Maybe it is different in the US because of the sheer land size and more wilderness but I checked google maps and i must say that every single dirt road i used as a teenager in the village I grew up in and several km around it is in google maps. So unless these dirt roads are implemented a lot less precisely than normal roads I´d assume that it would be sufficient not only for urbanites but also for the vast majority of villagers.

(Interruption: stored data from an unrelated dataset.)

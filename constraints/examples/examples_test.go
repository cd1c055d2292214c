package examples

import (
	"bytes"
	"os"
	"path/filepath"
	"slices"
	"testing"
)

// TestCopiesMatch keeps testdata/examples (used by CLI tests and docs)
// byte-identical to the embedded files, in both directions.
func TestCopiesMatch(t *testing.T) {
	dir := filepath.Join("..", "..", "testdata", "examples")
	onDisk, err := filepath.Glob(filepath.Join(dir, "*.yaml"))
	if err != nil {
		t.Fatal(err)
	}
	var diskNames []string
	for _, p := range onDisk {
		diskNames = append(diskNames, filepath.Base(p[:len(p)-len(".yaml")]))
	}
	slices.Sort(diskNames)
	if !slices.Equal(diskNames, Names()) {
		t.Errorf("testdata/examples holds %v, embedded %v", diskNames, Names())
	}
	for _, name := range Names() {
		emb, _ := Get(name)
		disk, err := os.ReadFile(filepath.Join(dir, name+".yaml"))
		if err != nil {
			t.Error(err)
			continue
		}
		if !bytes.Equal(emb, disk) {
			t.Errorf("%s.yaml differs from its copy in testdata/examples", name)
		}
	}
}

func TestNamesGetSummary(t *testing.T) {
	names := Names()
	if !slices.IsSorted(names) || len(names) < 4 {
		t.Fatalf("Names() = %v", names)
	}
	cases := []struct {
		name    string
		found   bool
		summary string
	}{
		{"feedback", true, "Regulator feedback, 1.8 V rail"},
		{"divider", true, "5 V to 3.3 V logic divider"},
		{"nonesuch", false, ""},
		{"../examples", false, ""},
	}
	for _, c := range cases {
		data, ok := Get(c.name)
		if ok != c.found || (ok && len(data) == 0) {
			t.Errorf("Get(%q) = %d bytes, %v", c.name, len(data), ok)
		}
		if got := Summary(c.name); got != c.summary {
			t.Errorf("Summary(%q) = %q, want %q", c.name, got, c.summary)
		}
	}
}
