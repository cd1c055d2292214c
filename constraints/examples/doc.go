// Package examples holds the sample templates that ship inside the ohmfit
// binary, so `ohmfit` can print a working starting point without any files.
// Each is an invented scenario that exercises a different part of the
// template format.
package examples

And if there are areas you have to go to where robot cars really don´t work there wouldn´t be a problem if some people had a manual car. My parents and most other people in that village burn wood for heating their houses which they usually get in the woods with their car and a small trailer. Now, not everybody has a trailer, so they just use their neighbors trailer. The same thing could be done with manual cars. Just ask your neighbor if you can take his or if he´ll help you get the wood. It´s not like everybody needs everything for every task as you can simply share and rent things you need very infrequently.
Underground parking lots? Campgrounds? Moving a car onto a sports field to pick up an injured 12 year old and drive him to hospital? Move your car into the backyard so you can use the headlights to light up the back of the house and fix a tarp over the gaping hole in the roof a falling tree has made? There are all sorts of reasons to move a car that are not specifically drive from venue A to venue B and then stop precisely our the front, and anything that cannot be precisely predicted and allowed for by a programmer who has probably never seen your house, your hometown or a member of your family needs some manual controls.